Publié le Samedi 9 avril 2016 à 11h00.

Capitalisme, néolibéralisme et mouvements sociaux en Russie

Syllepse, 2016, 20 euros. 

Cet ouvrage collectif – dont les auteurs, Alexandre Bouzgaline, Carine Clément, Rouslan Dzarassov, Boris Kagarlitsky, Andreï I. Kolganov, Vassili Koltachov, David Mandel et Anna Otchkina, sont proches de la gauche russe –, analyse les traits spécifiques du capitalisme russe issu de la transition, « la thérapie de choc », la réintroduction de la propriété privée après l’effondrement de l’URSS.

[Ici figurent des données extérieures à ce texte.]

@keyword_errors
@models_in_memory("model_path")
@one_command
def calibrate(
    model_path: str | os.PathLike[str] | onnx.ModelProto,
    data: DataSource,
    out: str | os.PathLike[str],
    *,
    output: str | None = None,
    output_name: str = graph.DEFAULT_OUTPUT_NAME,
    drop_logits: bool = False,
    activation: str | None = None,
    compute_dtype: str | None = None,
    fold: bool = False,
    batch_size: int | None = None,
    threads: int = 0,
    optimization: str = "all",
    provider: str = CPU,
    force: bool = False,
    progress: ProgressFn | None = None,
    options: FitOptions = FitOptions(),
    report: str | os.PathLike[str] | None = None,
    drop_nonfinite: bool = False,
    max_model_bytes: int | str = DEFAULT_MAX_MODEL_BYTES,
    output_holds: str | None = None,
    score_columns: str | None = None,
    decisions: DecisionOptions = NO_DECISIONS,
    decision_data: DataSource | None = None,
    verify_rows: int | None = VERIFY_ROWS,
) -> CalibrateResult:
    """Capture, fit, patch and verify in one go (and write a report).

    The patched model is verified in memory against the captured logits
    (and, with its parameters at the identity, against the original's own
    outputs) before it is written; when a check fails nothing is written and
    ``result.patch`` is None. A model already calibrated by onnxcal may
    have another output calibrated (``output``); each has its own record. ``data`` and ``batch_size`` ...
    ``provider``: as for :func:`capture`; ``output`` ... ``fold``: see :class:`PatchOptions`;
    ``options`` are those of :func:`fit`. With ``report`` (a directory),
    every file of :func:`report` is written there too, with the
    verification, also when it failed. The model and the report are written
    together, only once everything is computed. ``drop_nonfinite`` leaves out
    samples whose logits hold NaN or Inf (a note says how many; by default
    they are refused); ``max_model_bytes`` as for :func:`capture`.
    ``decisions`` adds decision outputs beside the probabilities
    (docs/decisions.md), their thresholds chosen on the held-out rows (the
    map baked in is then the one fitted on the other rows) or on
    ``decision_data``, a separate labelled set (read with ``data``'s options).
    ``verify_rows``: the patched model is checked on at most this many
    rows (stratified by label, with the rows of largest absolute logit;
    :data:`VERIFY_ROWS` by default), or on every row with None; ``verify``
    always checks every row.
    """
    check_fit_options(options)
    check_columns(score_columns)
    verify_rows = check_verify_rows(verify_rows)
    spec = data_spec(data)
    deciding.check_request(decisions, decision_data is not None, options)
    to_decide = _Deciding(decisions, deciding.decision_spec(decisions, decision_data, spec), options)
    limit = model_byte_limit(max_model_bytes)
    external = _check_outputs(out, report, model_path, [spec, *filter(None, [to_decide.separate])], force, limit)
    run = run_options(batch_size, threads, optimization, provider)
    patching = PatchOptions(output, output_name, drop_logits, activation, compute_dtype, fold, output_holds,
                            score_columns)
    with graph.SourceHash(model_path) as hashing:  # hashed on a second thread while the model and data load
        model = graph.load_model(model_path, max_bytes=limit)
        _check_not_calibrated(model, model_path, output)
        graph.default_opset(model)  # before the capture: can the patch import the operators it adds?
        dataset = load_data(model, spec, batch_size=run.batch_size)
        sha = hashing.result()
    source = _Source(model, model_path, sha, dataset, run, progress)
    seen = _capture_finite(source, patching, drop_nonfinite)
    warn_nonfinite_inputs(seen.full, dataset.source)
    summary = deciding.baked_summary(_fit_captured(seen, options, progress), decisions, to_decide.separate is not None)
    patched, record, result, chosen = _patch_and_check(source, patching, seen, summary, to_decide, verify_rows)
    written = PatchResult(path=str(out), record=record) if result.passed else None
    files: dict[Path, bytes | Writer] = (
        graph.model_files(patched, out, external=external) if written is not None else {}
    )
    written_report = None
    if report is not None:
        told = progress or (lambda stage, done, total: None)
        told(WRITING, 0, 1)  # its plots take a second or more
        report_content, written_report = _report_files(report, out, external, patched, seen.cap, summary, result)
        files.update(report_content)
        told(WRITING, 1, 1)
    # the Mapping's key type is invariant: a dict keyed by Path is the str | PathLike keys it accepts
    atomic_write_files(cast("dict[str | os.PathLike[str], bytes | Writer]", files))
    return CalibrateResult(summary=summary, patch=written, verification=result, report=written_report,
                           decisions=chosen)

Ces traits spécifiques rendent compte aussi du régime politique dont l’autoritarisme n’est pas le seul résultat des ambitions ou de la personnalité de Poutine, pas plus que la corruption ne s’explique par le seul appât du gain, l’héritage soviétique… Ils adoptent une attitude critique du point de vue du mouvement ouvrier en rupture avec les analogies conventionnelles qui n’éclairent rien, comme la continuité des tsars ou de Staline ou l’idée d’un retour à la « guerre froide ».

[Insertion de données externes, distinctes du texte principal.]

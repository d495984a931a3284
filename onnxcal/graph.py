"""ONNX graph reading and surgery.

Plain functions over ``onnx.ModelProto``. A model passed in is never changed:
rewrites work on a copy and return it, checked with
``onnx.checker.check_model(full_check=True)``.

The rewrites (one function each):

* ``_insert_before_activation`` — the class scores already pass through a
  Softmax, LogSoftmax or Sigmoid: put the calibration nodes in front of it,
  so every output keeps its name, shape, dtype and meaning (drop-in).
* ``_append_activation`` — the output holds raw logits: add the calibration
  nodes and a ``Softmax`` (or, for binary and multi-label models, a
  ``Sigmoid``) after it and expose the result as a new output.
* ``_set_parameters`` — the model already carries an onnxcal record: replace
  the parameter initializers instead of stacking a second calibration.

The calibration nodes come from one builder per form of the map:
``_divide_nodes`` (temperature: ``Div(scores, T)``, T a scalar or one per
label) and ``_affine_nodes`` (vector and Platt scaling:
``Add(Mul(scores, w), b)``).

The calibration record is JSON in ``metadata_props`` under ``RECORD_KEY``.
"""

from __future__ import annotations

import json
import os
from dataclasses import asdict, dataclass, field, replace
from pathlib import Path

import numpy as np
import onnx
from onnx import helper, numpy_helper

from . import __version__
from ._files import atomic_write_bytes, require_file
from .errors import OnnxcalError
from .scaling import Scaling, check_scaling

RECORD_KEY = "onnxcal.calibration"
RECORD_FORMAT = 1
DEFAULT_OUTPUT_NAME = "probabilities"

ACTIVATIONS = {"Softmax": "softmax", "LogSoftmax": "logsoftmax", "Sigmoid": "sigmoid"}
# Ops that pass class scores through unchanged (values and class order kept).
_PASS_THROUGH = {"Identity"}
_FLOAT_TYPES = {
    onnx.TensorProto.FLOAT,
    onnx.TensorProto.DOUBLE,
    onnx.TensorProto.FLOAT16,
    onnx.TensorProto.BFLOAT16,
}


# --------------------------------------------------------------------------
# Reading


@dataclass(frozen=True)
class TensorSpec:
    """Name, element type and shape of a graph input or output.

    ``dtype`` is a numpy dtype name (``"float32"``) or, for non-tensor values
    such as sequences of maps, a short description. ``shape`` holds ints for
    fixed dims, strings for symbolic dims and None for unknown ones; it is
    None when the rank is unknown.
    """

    name: str
    dtype: str
    shape: tuple[int | str | None, ...] | None
    is_float: bool = False


@dataclass(frozen=True)
class ScoreSite:
    """Where a model's class scores are and what turns them into probabilities.

    Attributes
    ----------
    output : str
        The graph output chosen as class scores.
    scores : str
        The tensor holding logits: the input of ``activation`` when there is
        one, else the output itself.
    activation : str or None
        ``"softmax"``, ``"logsoftmax"``, ``"sigmoid"`` or None (raw logits).
    node : int or None
        Index in ``graph.node`` of the activation node.
    class_axis : int
        Class axis of ``output``, non-negative.
    rank : int
        Rank of ``output``.
    num_classes : int or None
        Size of the class axis when it is fixed in the graph.
    dtype : str
        numpy dtype name of the scores.
    """

    output: str
    scores: str
    activation: str | None
    node: int | None
    class_axis: int
    rank: int
    num_classes: int | None
    dtype: str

La Russie est un pays capitaliste soumis à la course au profit, à la nécessité d’accumuler richesses et pouvoir de domination tant dans sa politique intérieure qu’extérieure. La façon dont la plus-value est extraite de l’exploitation et dont la propriété et les richesses sont réparties a été façonnée par l’histoire de la naissance d’une nouvelle bourgeoisie, « la privatisation par le vol » à partir de la bureaucratie qui s’approprie une « rente d’initiée », en assurant un contrôle mafieux sur l’économie, ce qui n’exclut pas la violence criminelle pour répartir la richesse extorquée entre différents clans rivaux. L’économie russe, ce « capitalisme du jurassique » selon l’expression de Bouzgaline, apparaît comme une synthèse contradictoire d’éléments du féodalisme, du régime bureaucratique soviétique et de corporations claniques. Elle accentue le caractère parasitaire du capital qui ruine l’économie, d’autant qu’elle s’accompagne depuis la crise de 2008 d’une politique d’austérité, « la diète de cannibale ».

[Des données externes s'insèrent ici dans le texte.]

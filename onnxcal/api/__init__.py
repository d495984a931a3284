"""The operations of onnxcal as plain functions over paths.

Each function validates its inputs and output paths before doing any work,
calls the stage modules, writes its outputs atomically and returns a frozen
dataclass. The command line (``cli``) is a thin layer over these functions;
they are also the Python API (``import onnxcal``).

The modules, by concern: ``common`` (the validation set, run options, size
limits, output checks), ``capture_fit`` (``inspect``, ``capture``, ``fit``),
``patching`` (``patch``), ``checks`` (the reference checks ``verify`` and
``calibrate`` share), ``verifying`` (``verify``), ``reporting``
(``report``) and ``calibrating`` (``calibrate``). The names below are the
API; import them from ``onnxcal.api``.
"""

from __future__ import annotations

from ..capture import Capture, ProgressFn, RunOptions
from ..data import DataSpec
from ..fit import FitOptions, FitSummary
from ..graph import ModelInfo, Record
from ..report import ReportResult
from ..scaling import Scaling
from ..verify import Check, VerifyResult
from .calibrating import CalibrateResult, calibrate
from .capture_fit import (
    MAX_BOOTSTRAP,
    MAX_L2,
    MAX_SEED,
    capture,
    check_fit_options,
    fit,
    inspect,
)
from .common import DataSource
from .patching import PatchOptions, PatchResult, patch
from .reporting import report
from .sampling import VERIFY_ROWS
from .verifying import DEFAULT_LATENCY_RUNS, MAX_LATENCY_RUNS, verify

__all__ = [
    "DEFAULT_LATENCY_RUNS",
    "MAX_BOOTSTRAP",
    "MAX_L2",
    "MAX_LATENCY_RUNS",
    "MAX_SEED",
    "VERIFY_ROWS",
    "CalibrateResult",
    "Capture",
    "Check",
    "DataSource",
    "DataSpec",
    "FitOptions",
    "FitSummary",
    "ModelInfo",
    "PatchOptions",
    "PatchResult",
    "ProgressFn",
    "Record",
    "ReportResult",
    "RunOptions",
    "Scaling",
    "VerifyResult",
    "calibrate",
    "capture",
    "check_fit_options",
    "fit",
    "inspect",
    "patch",
    "report",
    "verify",
]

L’apprentissage de la lutte

La dernière partie du livre s’intéresse aux mouvements sociaux. Carine Clément analyse deux cas de pratiques militantes, dans le domaine du logement et dans le secteur de l’automobile. David Mandel nous livre une histoire détaillée du syndicat chez Ford et des batailles qu’il a menées, évolution d’un syndicalisme indépendant.

Dans cette Russie où les liens sociaux, les liens de solidarité ont été brisés par une longue histoire de contre-révolution isolant les travailleurs condamnés à « des stratégies de survie individuelle », faire l’apprentissage de la lutte est un dur chemin. Il oblige à rompre les relations de travail de soumission imposées par la bureaucratie pour renouer avec une démocratie vivante, dans le syndicat mais aussi dans des comités d’immeubles privatisés pour en assurer la gestion. Cette contestation sociale cherche à trouver une expression sur le terrain politique malgré d’énormes difficultés.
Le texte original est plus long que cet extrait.